What this lecture will teach you
- Training phase workflow
- Data collector
- WEKA overview
An overview of training workflow steps
The training phase is illustrated in the figure below -- don't panic: we do not expect you to write low-level signal processing functions such as compute the FFT -- we give out code to do that. The training phase boils down to the following steps at a high level:- Install WEKA on your computer
- Import the myrunsdatacollector.zip into ADT/Eclipse and load it on to your phone
- Use the collector to collect your data -- standing, walking, running (you can do other classes to -- by the way the term classes also means activity, the running class, walking class -- we simply say classes to mean, in a general sense, all activities; activities == classes. Your data will be saved in a file on your phone called features.arff -- it's a critic name hey. This is used as an input file to WEKA
- Use the file explorer in Eclipse to upload the features.arff file and store it in any folder on your computer (you can use any text editor to view the data -- as you see it is all the samples and labels, a label is for example when you tell the collector this is walking).
- Double click on the features.arff file. This will start WEKA assuming you have installed it correctly.
- Create a decision tree J48 classifier from the features.arff data
- Cut and paste the class WekaClassifier {....code...} into the WekaClassifier.java file in your MyRuns5 project.
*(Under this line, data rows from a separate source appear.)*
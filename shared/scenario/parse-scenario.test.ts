import { describe, expect, it } from 'vitest';
import { parseScenario } from './parse-scenario';
import type { BedVessel, Scenario } from './scenario';
import { withChanges } from './testing/with-changes';

function parsed(file: unknown): Scenario {
  const result = parseScenario(file);
  if (!result.success) throw new Error(JSON.stringify(result.issues));
  return result.scenario;
}

function bedOf(scenario: Scenario): BedVessel {
  const bed = scenario.vessels.find((vessel): vessel is BedVessel => vessel.kind === 'bed');
  if (bed === undefined) throw new Error('no bed');
  return bed;
}

describe('parseScenario', () => {
  it('reads every dimensional field into SI numbers', () => {
    const scenario = parsed(withChanges({}));
    const bed = bedOf(scenario);
    expect(scenario.water.temperature).toBe(24);
    expect(bed.drain.standpipe).toMatchObject({
      innerDiameter: 0.0266,
      outerDiameter: 0.0334,
      height: 0.25,
    });
    expect(scenario.pumps[0]?.curve[1]?.flow).toBeCloseTo(1.2 / 3600, 17);
    expect(scenario.pumps[0]?.curve[1]?.head).toBe(1.4);
    expect(scenario.run).toEqual({
      duration: 21600,
      outputInterval: 5,
      tolerance: 1e-8,
      friction: 'darcy-weisbach',
    });
  });

  it('fills and shows every default', () => {
    const scenario = parsed(withChanges({ run: undefined, water: undefined }));
    const bed = bedOf(scenario);
    expect(scenario.run).toEqual({
      duration: 21600,
      outputInterval: 5,
      tolerance: 1e-8,
      friction: 'darcy-weisbach',
    });
    expect(scenario.water.temperature).toBe(20);
    expect(bed.media).toEqual({ type: 'gravel', porosity: 0.4, depth: 0.3 });
    expect(bed.drain.pipe).toMatchObject({
      material: 'pvc',
      roughness: 1.5e-6,
      hazenWilliamsC: 150,
    });
    expect(bed.drain.pipe.fittings).toEqual({
      elbow90: 2,
      elbow45: 0,
      teeRun: 0,
      teeBranch: 0,
      ballValve: 0,
    });
    expect(bed.drain.standpipe).toMatchObject({
      weirCoefficient: 1.838,
      dischargeCoefficient: 0.61,
    });
    expect(bed.drain.dischargeLossMultiplier).toBe(1);
    expect(bed.drain.type === 'bell-siphon' && bed.drain.primingCoefficient).toBe(0.7);
    expect(bed.drain.type === 'bell-siphon' && bed.drain.bell.outerDiameter).toBe(0.0779);
    expect(scenario.lossCoefficients).toEqual({
      elbow90: 0.9,
      elbow45: 0.42,
      teeRun: 0.6,
      teeBranch: 1.8,
      ballValve: 0.08,
      entrance: 0.5,
      exit: 1,
      bellReturn: 1.5,
    });
    expect(scenario.pumps[0]).toMatchObject({
      checkValve: false,
      flowScale: 1,
      initialState: 'on',
      curveKind: 'points',
    });
    expect(scenario.vessels[0]?.overflow).toMatchObject({
      dischargeCoefficient: 0.61,
      weirCoefficient: 1.838,
    });
    expect([scenario.leaks, scenario.schedule, scenario.controls, scenario.faults]).toEqual([
      [],
      [],
      [],
      [],
    ]);
  });

  it('sets porosity by media type and roughness and C by material unless given', () => {
    const scenario = parsed(
      withChanges({
        'vessels[1].media': { type: 'lava-rock' },
        'vessels[1].drain.pipe.material': 'steel',
        'pumps[0].main.hazenWilliamsC': 140,
        'pumps[0].main.roughness': '0.01 mm',
      }),
    );
    const bed = bedOf(scenario);
    expect(bed.media).toEqual({ type: 'lava-rock', porosity: 0.45, depth: 0.32 });
    expect(bed.drain.pipe).toMatchObject({ roughness: 4.5e-5, hazenWilliamsC: 120 });
    expect(scenario.pumps[0]?.main).toMatchObject({ roughness: 1e-5, hazenWilliamsC: 140 });
    const clay = parsed(
      withChanges({ 'vessels[1].media': { type: 'expanded-clay', porosity: 0.5 } }),
    );
    expect(bedOf(clay).media.porosity).toBe(0.5);
    expect(
      bedOf(parsed(withChanges({ 'vessels[1].media': { type: 'expanded-clay' } }))).media.porosity,
    ).toBe(0.42);
  });

  it('turns a max-head/max-flow pump into sampled points of H0(1 - (Q/Q0)^2) and keeps the parabola', () => {
    const file = withChanges({
      'pumps[0].curve': undefined,
      'pumps[0].maxHead': '2 m',
      'pumps[0].maxFlow': '30 L/min',
    });
    const pump = parsed(file).pumps[0];
    expect(pump?.curveKind).toBe('parabola');
    expect(pump?.maxHead).toBe(2);
    expect(pump?.maxFlow).toBe(5e-4);
    expect(pump?.curve).toHaveLength(11);
    expect(pump?.curve[0]).toEqual({ flow: 0, head: 2 });
    expect(pump?.curve[5]?.head).toBeCloseTo(2 * (1 - 0.25), 15);
    expect(pump?.curve[10]?.head).toBe(0);
  });

  it('parses a normalised scenario back to itself', () => {
    const once = parsed(withChanges({}));
    expect(parsed(JSON.parse(JSON.stringify(once)))).toEqual(once);
    const parabola = parsed(
      withChanges({ 'pumps[0].curve': undefined, 'pumps[0].maxHead': 2, 'pumps[0].maxFlow': 5e-4 }),
    );
    expect(parsed(JSON.parse(JSON.stringify(parabola)))).toEqual(parabola);
  });

  it('sorts the schedule by time and keeps optional controls and faults', () => {
    const scenario = parsed(
      withChanges({
        schedule: [
          { at: '3 h', power: 'on' },
          { at: '2 h', pump: 'pump', state: 'off' },
        ],
        controls: [
          {
            kind: 'float-switch',
            pump: 'pump',
            vessel: 'tank',
            stopBelow: '0.35 m',
            restartAbove: '0.45 m',
          },
        ],
        faults: [
          { kind: 'drain-blocked', bed: 'bed-a', fraction: 0.3 },
          { kind: 'pump-worn', pump: 'pump', flowScale: 0.8 },
        ],
      }),
    );
    expect(scenario.schedule).toEqual([
      { at: 7200, pump: 'pump', state: 'off' },
      { at: 10800, power: 'on' },
    ]);
    expect(scenario.controls[0]).toEqual({
      kind: 'float-switch',
      pump: 'pump',
      vessel: 'tank',
      stopBelow: 0.35,
      restartAbove: 0.45,
    });
    expect(scenario.faults).toHaveLength(2);
  });

  it('names the path of a wrong dimension deep inside the document', () => {
    const result = parseScenario(
      withChanges({
        'vessels[1].drain.standpipe.height': '2 h',
        'pumps[0].outlets[0].pipe.innerDiameter': '3 L/min',
      }),
    );
    expect(result.success).toBe(false);
    if (result.success) return;
    expect(result.issues.map((issue) => issue.path)).toEqual([
      'vessels[1].drain.standpipe.height',
      'pumps[0].outlets[0].pipe.innerDiameter',
    ]);
    expect(result.issues[0]?.message).toContain('which is a time');
    expect(result.issues[1]?.message).toContain('which is a flow rate');
  });

  it('rejects unknown fields, a wrong format and non-objects without throwing', () => {
    const result = parseScenario(withChanges({ 'vessels[1].drain.standpipe.hieght': '0.2 m' }));
    expect(!result.success && result.issues[0]).toEqual({
      path: 'vessels[1].drain.standpipe.hieght',
      message: expect.stringContaining('"hieght"'),
    });
    expect(parseScenario(withChanges({ format: 'scenario/9' }))).toMatchObject({
      success: false,
      issues: [{ path: 'format' }],
    });
    expect(parseScenario(null).success).toBe(false);
    expect(parseScenario('{}').success).toBe(false);
  });

  it('rejects a negative diameter and a non-integer fitting count at their paths', () => {
    const result = parseScenario(
      withChanges({
        'vessels[0].overflow.diameter': -0.04,
        'vessels[1].drain.pipe.fittings.elbow90': 1.5,
      }),
    );
    const paths = result.success ? [] : result.issues.map((issue) => issue.path);
    expect(paths).toEqual([
      'vessels[0].overflow.diameter',
      'vessels[1].drain.pipe.fittings.elbow90',
    ]);
  });
});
Make sure you only cut and paste the WekaClassifier class and not all the other information provided by WEKA. You will see what I mean when you get to that part.
Training workflow diagram explained
Let’s discuss this diagram in a little more. Note, there is a lot of code reuse between coding the collector (which used for training phase) and the classification phase which supports by MyRuns automatic mode. But for the training phase you do not have to write code -- as indicated in the steps above.In the training phase a method called onSensorChanged() produces sensor samples (x, y, z) in a time series (each time onSensorChanged is called), which computes m (magnitude) from the sensor samples. The workflow buffers up 64 consecutive magnitudes (m0..m63) before computing the FFT for each of the magnitudes (f0..f63) – each of these features is called an FFT coefficient; e.g., f0 and f63 are the low and highest frequency coefficients, as shown in the diagram.
As shown in the upper left of the diagram, FFT transforms a time series of amplitude over time to magnitude (some representation of amplitude) across frequency; the example shows some oscillating system where the dominant frequency is between 4-8 cycles/second called Hertz (H) – imagine a ball attached to an elastic band that this stretched and oscillates for a short period of time, or your gait while walking, running -- one could look at these systems in the time and frequency domains. The x,y,z accelerometer readings and the magnitude are time domain variables. We transform these time domain data into the frequency domain because the can represent the distribution in a nice compact manner that the classifier will use to build a decision tree model. For example, the rate of the amplitude transposed to the frequency domain may look something like the figure bottom plot -- the top plot is time domain and the bottom plot a transformation of the time to the frequency domain. Cool hey.
The training phase also stores the maximum (MAX) magnitude of the (m0..m63) and the user supplied label (e.g., walking) using the collector. The individual features are computed magnitudes (f0..f63) and MAX magnitude and label are added: collectively, we call these features the feature vector and again it comprises:
magnitudes (f0..f63), MAX magnitude, label.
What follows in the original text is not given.